_WHAT NEEDS TO BE DONE_
Go through the records and report each line in which the word "tile" occurs.

[Collected data entries]
def _finding_line(finding: Finding) -> str:
    mark = "ok  " if finding.ok else "note" if finding.warning else "FAIL"
    where = f" (line {finding.line})" if finding.line and not finding.ok else ""
    return f"  {mark}  {finding.message}{where}"


def _scallop_words(height_mm: float) -> str:
    """Say what scallop is predicted; roughing and outline operations leave none that counts."""
    return f", scallop {height_mm * 1000:.2f} um predicted" if height_mm > 0.0 else ""


def _report(made: Made, out: Path) -> None:
    job = made.job
    for entry in made.operations:
        floor = (
            f", {entry.cut_length_mm / entry.length_floor_mm:.3f} of the floor"
            if entry.length_floor_mm
            else ""
        )
        typer.echo(
            f"operation {entry.index}: {entry.does}, {entry.pattern}, T{entry.cutter}: {entry.passes} passes,"
            f" cut length {entry.cut_length_mm / 1000:.2f} m{floor}, links {entry.link_length_mm / 1000:.2f} m"
            f"{_scallop_words(entry.scallop_predicted_mm)}, {_clock(entry.time_s)}"
        )
    typer.echo("checks:")
    for finding in sorted(made.findings, key=lambda item: (item.ok, item.warning)):
        typer.echo(_finding_line(finding))
    if made.times is not None:
        typer.echo(f"cycle time {_clock(made.times.total_s)}, estimated")
    if made.released:
        typer.echo(f"RELEASED: {out / (job.slug + '.ngc')}")
    else:
        typer.echo("WITHHELD: no program was written. What to change:")
        for line in made.advice:
            typer.echo(f"  - {line}")
    typer.echo(f"look at: {out / 'report.html'}")
    if made.released:
        typer.echo("Prove out above the part before you cut; the machine's manual comes first.")


@app.command(epilog="Example: anticlast make samples/formwork-tile/job.toml --out out/formwork-tile")
def make(
    job: JobArgument,
    out: Annotated[Path, typer.Option("--out", metavar="DIR", help="Folder for the results.")] = Path("out"),
    grid: Annotated[
        float | None,
        typer.Option("--grid", metavar="MM", min=0.01, max=5.0, help="Spacing of the proof's grid, mm."),
    ] = None,
    as_json: JsonOption = False,
) -> None:
    """Plan, post, read back, prove, estimate, report.

    Writes the program, summary.json, report.html and surface.stl into DIR. The program is written only if every check passed.
    """
    from anticlast import pipeline

    with _errors(), _progress() as progress:
        loaded = pipeline.load_job(job)
        made = pipeline.make(loaded, out, grid_mm=grid, progress=progress)
    if as_json:
        _print_json(pipeline.summary(made))
    else:
        _report(made, out)
    raise typer.Exit(0 if made.released else 1)


@app.command(epilog="Example: anticlast survey samples/formwork-tile/job.toml")
def survey(
    job: JobArgument,
    picture: Annotated[
        Path | None,
        typer.Option(
            "--picture", metavar="FILE", help="Also draw the margin left on each axis: .png or .svg."
        ),
    ] = None,
    as_json: JsonOption = False,
) -> None:
    """Say what the surface asks of cutter and machine: slopes, curvatures, largest ball, travel, best place on the table."""
    from anticlast import pipeline

    with _errors():
        loaded = pipeline.load_job(job)
        found = pipeline.survey(loaded)
        if picture is not None:
            from anticlast.report.picture_placement import placement_picture

            placement_picture(loaded, found.placement, picture)
    if as_json:
        _print_json(found.as_json())
        return
    for line in found.lines():
        typer.echo(line)
    if picture is not None:
        typer.echo(f"picture: {picture}")


def _ball_operation(operations: tuple[Operation, ...], job: Path) -> Operation:
    from anticlast.errors import BadInput, Fault

    for operation in operations:
        if operation.cutter.shape == "ball":
            return operation
    raise BadInput(Fault(str(job), 0, "operation", "no operation uses a ball cutter; scallop needs one"))


@app.command(
    epilog="Example: anticlast scallop samples/formwork-tile/job.toml --scallop 0.005 --picture scallop.png"
)
def scallop(
    job: JobArgument,
    stepover: Annotated[
        float | None,
        typer.Option("--stepover", metavar="S", help="Distance between passes, in the job's units."),
    ] = None,
    height: Annotated[
        float | None, typer.Option("--scallop", metavar="H", help="Scallop height, in the job's units.")
    ] = None,
    direction: Annotated[
        float | None,
        typer.Option(
            "--direction", metavar="DEG", help="Feed direction from part X; the job's if not given."
        ),
    ] = None,
    picture: Annotated[
        Path | None, typer.Option("--picture", metavar="FILE", help="Also draw a plan map: .png or .svg.")
    ] = None,
    as_json: JsonOption = False,
) -> None:
    """Answer which stepover leaves which scallop, here, with this cutter.

    Give --stepover or --scallop; without either, the job's first operation with a ball decides.
    """
    from anticlast import pipeline
    from anticlast.errors import BadInput, Fault

    with _errors():
        if stepover is not None and height is not None:
            raise BadInput(Fault("command line", 0, "--stepover, --scallop", "both given; give one of them"))
        for name, value in (("--stepover", stepover), ("--scallop", height)):
            if value is not None and not 0 < value < float("inf"):
                raise BadInput(Fault("command line", 0, name, f"found {value}; give a length above 0"))
        if picture is not None and picture.suffix.lower() not in {".png", ".svg"}:
            raise BadInput(
                Fault("command line", 0, "--picture", f"found {picture.name!r}; give a .png or .svg file")
            )
        loaded = pipeline.load_job(job)
        operation = _ball_operation(loaded.operations, job)
        answer = pipeline.scallop(
            loaded, operation, stepover=stepover, scallop=height, direction_deg=direction
        )
        if picture is not None:
            from anticlast.report.pictures import scallop_picture

            scallop_picture(loaded, answer, picture)
    if as_json:
        _print_json(answer.as_json())
        return
    for line in answer.lines(loaded.units):
        typer.echo(line)
    if picture is not None:
        typer.echo(f"picture: {picture}")


@app.command(epilog="Example: anticlast machines")
def machines(as_json: JsonOption = False) -> None:
    """List the machine files found and what they can do."""
    from anticlast.machine.definition import list_machines, machine_json, machine_lines

    with _errors():
        found = list_machines()
    if as_json:
        _print_json([machine_json(machine) for machine in found])
        return
    for machine in found:
        for line in machine_lines(machine):
            typer.echo(line)


@app.command(epilog="Example: anticlast prove out/formwork-tile.ngc --job samples/formwork-tile/job.toml")
def prove(
    program: Annotated[Path, typer.Argument(metavar="PROGRAM", help="RS-274 program.", show_default=False)],
    job: Annotated[
        Path, typer.Option("--job", metavar="JOB", help="Job file it is for.", show_default=False)
    ],
    grid: Annotated[
        float | None,
        typer.Option("--grid", metavar="MM", min=0.01, max=5.0, help="Spacing of the proof's grid, mm."),
    ] = None,
    as_json: JsonOption = False,
) -> None:
    """Read any RS-274 program for a job as the control would and say what it does to the blank."""
    from anticlast import pipeline

    with _errors(), _progress() as progress:
        made = pipeline.prove(program, pipeline.load_job(job), grid_mm=grid, progress=progress)
    if as_json:
        _print_json(pipeline.summary(made))
    else:
        typer.echo("checks:")
        for finding in sorted(made.findings, key=lambda item: (item.ok, item.warning)):
            typer.echo(_finding_line(finding))
        typer.echo("PASSED: every check" if made.released else "FAILED: this program must not be run")
    raise typer.Exit(0 if made.released else 1)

_RESULT_
@app.command(epilog="Example: anticlast make samples/formwork-tile/job.toml --out out/formwork-tile")
@app.command(epilog="Example: anticlast survey samples/formwork-tile/job.toml")
    epilog="Example: anticlast scallop samples/formwork-tile/job.toml --scallop 0.005 --picture scallop.png"
@app.command(epilog="Example: anticlast prove out/formwork-tile.ngc --job samples/formwork-tile/job.toml")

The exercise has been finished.